LIBRE CIRCULACIÓN. A este tema de las retenciones se llegó cuando ocurrió la crisis de balanza de pagos de fines del 2001. Por esos años, me cuenta un dirigente argentino que el agro aunque a regañadientes aceptó las detracciones; en parte por la crisis fiscal, pero sobre todo por la promesa, hasta hace algunos meses cumplida, de corregirlas a través de un tipo de cambio adelantado. Así fue que hoy en la Argentina, con un proceso en marcha de fuerte retraso cambiario, moderado por la fuga de capitales, nadie sabe cómo salir del régimen. Y cuando los productores piden cambiarlo solo sugieren moderarlo e incluso no tocar al enemigo del gobierno, aquel yuyo que tan bien recauda, la soja. Me resulta casi chocante además, que importantes sectores industriales de la Argentina, frente al peligro de la caída de las retenciones, ya hayan desarrollado una fuerte resistencia poniendo por delante como siempre al consumidor: su planteo supone defender un subsidio al proceso industrial costeado por el productor rural, para mantener una ayuda al consumidor que sólo Moreno sabe cuál es su cuantía. Queda claro además que si Moreno no ha caído no es porque no moleste su espantoso y patotero dirigismo, sino porque hay poderosos intereses beneficiados. Claro está que, además, no hay forma sencilla de salir de esta política porque se la ha complementado con reacciones que suponen resentimientos de clase. Así, el gobierno acusa a un sector -los productores- de no querer ser solidario con los pobres, como si la función del gobierno fuera obligar a ser caritativos a algunos, confundiendo el plano de la justicia tributaria -que debería descartar el costeo de un sector por parte de otro- con el de la conciencia personal, que está muy lejos de funcionar al socaire de un gobierno.

¿AFLOJAMOS? Pero todos estos efectos, según un análisis liviano, competen al país que lo practica y nada más. Quizás algo así sea lo que explique el debilitamiento de la posición uruguaya en la cumbre del MERCOSUR, demasiado rápidamente calificada de exitosa. Quizás haya quienes sostengan que esto que hace Argentina no nos afecta, y no es cierto. Los productos industriales elaborados con semejante subsidio compiten con los nuestros de varias formas. En primer lugar, en el propio mercado argentino constituyéndose así el régimen en una barrera al acceso de nuestros productos a su mercado, principal agravio a la integración. Es meridianamente claro que se agravia el libre acceso. Pero hay cosas si se quiere peores. Esos productos industriales subsidiados compiten mejor que los nuestros en terceros mercados, pero también en el nuestro. Esto quiere decir que en cualquier momento pueden aparecer aquí como ya ha ocurrido, productos agroindustriales argentinos compitiendo con los nuestros en base a ese fenomenal subsidio.
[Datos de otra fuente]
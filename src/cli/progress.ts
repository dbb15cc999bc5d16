/** A progress line on stderr for long commands: only on a terminal, and only once a run has taken more than a second. */

export interface ProgressLine {
  /** Show `stage()` with the time so far; `stage` is called only when the line is shown (formatting a count loads locale data, about 20 ms). */
  update(stage: () => string): void;
  /** Clear the line, if one was shown. */
  done(): void;
}

/** A progress line headed `command` (e.g. `lagparity fit`). */
export function progressLine(command: string): ProgressLine {
  const started = performance.now();
  const tty = Boolean(process.stderr.isTTY);
  let shown = false;
  return {
    update(stage) {
      if (!tty) return;
      const elapsed = (performance.now() - started) / 1000;
      if (elapsed < 1) return;
      shown = true;
      process.stderr.write(`\r\u001b[2K${command}: ${stage()} (${elapsed.toFixed(1)} s)`);
    },
    done() {
      if (shown) process.stderr.write('\r\u001b[2K');
    },
  };
}
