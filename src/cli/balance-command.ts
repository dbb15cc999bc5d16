/** `lagparity balance`: per-player scales for one or more lobbies. */
import { basename } from 'node:path';
import type { Command } from 'commander';
import { at } from '../issues.js';
import { balanceLobby, type BalanceResult } from '../solver/balance-lobby.js';
import { loadLobbies, loadModel, loadRules } from './inputs.js';
import { CAUTION, renderBalance } from './render-balance.js';
import { EXIT_BAD_INPUT, EXIT_OK, reportIssues, writeOut } from './output.js';

export const BALANCE_FORMAT = 'lagparity/balance-result@1';

interface BalanceOptions {
  model: string;
  rules?: string;
  json?: boolean;
  strict?: boolean;
}

export async function runBalance(paths: string[], options: BalanceOptions): Promise<number> {
  const [model, rules, lobbies] = await Promise.all([loadModel(options.model), loadRules(options.rules), loadLobbies(paths)]);
  const issues = [...(model.ok ? [] : model.issues), ...(rules.ok ? [] : rules.issues), ...(lobbies.ok ? [] : lobbies.issues)];
  if (!model.ok || !rules.ok || !lobbies.ok) {
    reportIssues(issues);
    return EXIT_BAD_INPUT;
  }
  const results: BalanceResult[] = lobbies.value.map(({ lobby }) => balanceLobby(lobby, model.value, rules.value));
  let extrapolated = false;
  results.forEach((result, index) => {
    const file = lobbies.value[index]?.path ?? '';
    const name = file === '-' ? 'stdin' : basename(file);
    const warnings = result.warnings.map((issue) => ({ ...issue, location: at(name, issue.location) }));
    // Under --strict, a prediction outside the model's training range is an error, not a warning.
    const judged = warnings.map((issue) => (options.strict && issue.code === 'outside_training_range' ? { ...issue, severity: 'error' as const } : issue));
    const errors = judged.filter((issue) => issue.severity === 'error');
    if (errors.length > 0) extrapolated = true;
    reportIssues([...errors, ...judged.filter((issue) => issue.severity !== 'error')]);
    // A solver issue located at `model.<field>` is about the model file; the others name a place in the lobby.
    const modelName = basename(options.model);
    const place = (location: string) => (location.startsWith('model.') ? at(modelName, location.slice('model.'.length)) : at(name, location));
    if (result.status === 'rejected') reportIssues(result.issues.map((issue) => ({ ...issue, location: place(issue.location) })));
  });
  if (options.json) {
    writeOut(JSON.stringify({ format: BALANCE_FORMAT, lobbies: results }, null, 2));
  } else {
    writeOut(results.map(renderBalance).join('\n\n'));
    process.stderr.write(`\n${CAUTION}\n`);
  }
  return extrapolated || results.some((result) => result.status === 'rejected') ? EXIT_BAD_INPUT : EXIT_OK;
}

export function registerBalance(program: Command): void {
  program
    .command('balance')
    .description('Compute per-player scales that bring every eligible player to the target hit probability, within the rules.')
    .argument('<paths...>', 'lobby files (*.lobby.json), folders of them, or - for standard input')
    .requiredOption('--model <file>', 'model file (lagparity/model@1), as written by `lagparity fit`')
    .option('--rules <file>', 'rules file (lagparity/rules@1); default: floor 1, cap 1.5, no other limit')
    .option('--json', 'write one JSON document (lagparity/balance-result@1) to stdout instead of tables')
    .option('--strict', 'treat a latency or scale outside the model\'s training range as an error (exit 2) instead of a warning')
    .addHelpText(
      'after',
      `
Example:
  lagparity balance matches --model matches/model.json --rules matches/league-rules.json

Exit codes: 0 every lobby solved; 2 bad input, a lobby the model cannot solve, or (with --strict) an extrapolation.`,
    )
    .action(async (paths: string[], options: BalanceOptions) => {
      process.exitCode = await runBalance(paths, options);
    });
}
En un artículo que escribí hace más de dos meses advertía sobre el enorme peligro que se cernía sobre nuestro país si en la cumbre de San Juan se terminaba por aceptar el régimen argentino. Por tanto, me llama la atención que la prensa titule como éxito lo que al momento de escribir estas líneas luce como muy dudoso. Una fuente diplomática uruguaya señala que se habría acordado que "cada país preserva su legislación, pero no puede afectar a los estados parte" (El País, 4 de agosto). Si así fuera se trataría por lo menos de una ingenuidad tremenda, ya que supone una contradictio in terminis, algo así como aceptar que nos tiren por la cabeza un balde de agua con tal de que no nos moje…

La información sugiere además que Uruguay estaba dispuesto a aceptar el régimen de detracciones si fuera regional, algo así como aceptar que el mal se convierta en bien si lo practican muchos. No sé, además, cómo se puede creer que se mejorará todo el régimen de comercio a partir de la firma del código aduanero, en tanto se aceptaría que el régimen argentino de retenciones es cosa de ellos.

Ojalá que la multiplicidad de temas presupuestales que el mes de agosto propone no deje pasar la necesidad de aclarar este tema, que integra también la lista larga de aquellos sobre los que del Ministerio de Ganadería sólo se recogen silencios.